We use cookies. Read the Privacy and Cookie Policy

47. Иосиф Рахметов

«Виктор был из тех людей, которые всегда хотят быть с угнетенными, а не с угнетателями, с гонимыми, а не с гонителями». Эти слова сказаны были над гробом Виктора Зурабова, человека, с комсомольских лет беспрерывно кочевавшего по сталинским тюрьмам, ссылкам и лагерям, человека высшего нравственного уровня и настоящей коммунистической чести. Он умер в Москве в 1964 году. Я хотел бы заслужить, чтобы и обо мне отозвались так же, когда я умру. Люди такого склада, как Виктор, вызывают во мне глубокое расположение, огромную тягу к ним. А судьи, посылавшие его в тюрьмы и лагеря, считали его врагом народа, но себя – коммунистами…

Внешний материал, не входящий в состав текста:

package main

import (
	"errors"
	"fmt"
)

// errNoModes is returned by the dynamics commands until springnet offers
// a modal analysis.
var errNoModes = errors.New("springnet has no modal analysis in this build yet (modes, modal damping and frequency response are being added); run trestle analyse for the static results")

func runModes(e env) error {
	fl := newFlags("modes", "trestle modes [flags] FILE",
		`Finds the lowest natural frequencies and mode shapes of the stand in FILE,
with the modal damping of each mode from the loss factors of its
materials, joints and feet (strain-energy weighting), and checks them
against the machine's running speeds from the file.`,
		"trestle modes stand.toml\ntrestle modes --count 6 --picture mode1.svg demo", e)
	var of outputFlags
	of.add(fl)
	fl.Int("count", 0, "number of modes; default from the file, else 6")
	fl.String("picture", "", "draw the first mode shape to this `file` (.svg or .png)")
	pos, err := fl.parse(e.args)
	if err != nil {
		return handled(err)
	}
	if err := fl.wantArgs(pos, 1, 1); err != nil {
		return err
	}
	if _, err := parseUnits(of.units); err != nil {
		return err
	}
	if _, _, err := loadModel(pos[0], e.stdin); err != nil {
		return err
	}
	return fmt.Errorf("modes: %w", errNoModes)
}

func runResponse(e env) error {
	fl := newFlags("response", "trestle response [flags] FILE",
		`Computes the frequency response at the mounts of the stand in FILE: the
dynamic compliance (motion per unit force) over the band given in the file
or by --band, with modal damping, and marks the machine's excitation
frequencies.`,
		"trestle response stand.toml\ntrestle response --band 5-200 --json demo", e)
	var of outputFlags
	of.add(fl)
	fl.String("band", "", "frequency band `LOW-HIGH` in Hz; default from the file")
	pos, err := fl.parse(e.args)
	if err != nil {
		return handled(err)
	}
	if err := fl.wantArgs(pos, 1, 1); err != nil {
		return err
	}
	if _, err := parseUnits(of.units); err != nil {
		return err
	}
	if _, _, err := loadModel(pos[0], e.stdin); err != nil {
		return err
	}
	return fmt.Errorf("response: %w", errNoModes)
}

… К нам в ОЛП перевели фельдшера с шахты № 8. Мы сдружились. Жил он не в бараке, а в маленькой каморке при санчасти, в медицинском стационаре, и я часто проводил здесь часок-другой по вечерам. Сюда тоже, конечно, приходили со шмоном, но зато некому было подсматривать и подслушивать. Стены каморки не имели ушей. А жить в стенах без ушей – это счастье.

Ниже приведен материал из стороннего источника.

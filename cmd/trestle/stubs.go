package main

import "errors"

func runModes(e env) error    { return errors.New("modes: not yet") }
func runResponse(e env) error { return errors.New("response: not yet") }
func runGenerate(e env) error { return errors.New("not yet") }
func runExport(e env) error   { return errors.New("not yet") }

В стационаре было коек двадцать, постоянно занятых больными. Врач приходил с обходом, остальное время – круглые сутки – работал один фельдшер. Он спал на топчане с тоненьким матрацем и просыпался при малейшем стоне из палаты.

Но главное в Иосифе[89] была не его преданность больным, а его любовь к своему народу. Я видел в нем черты Кампанеллы, Яна Гуса, Овода. Люди, знавшие Иосифа раньше и дольше меня, звали его Рахметовым. От Рахметова его отличала внешность: впалые щеки, сжатый рот, худая и аскетическая угловатая фигура. Может быть, внешность и полное равнодушие к материальным благам (он и ел очень мало, иногда забывал обедать) придавали особую силу его словам. Говорил он просто и ровно, но в его речи чувствовался жар угля, подернутого пеплом.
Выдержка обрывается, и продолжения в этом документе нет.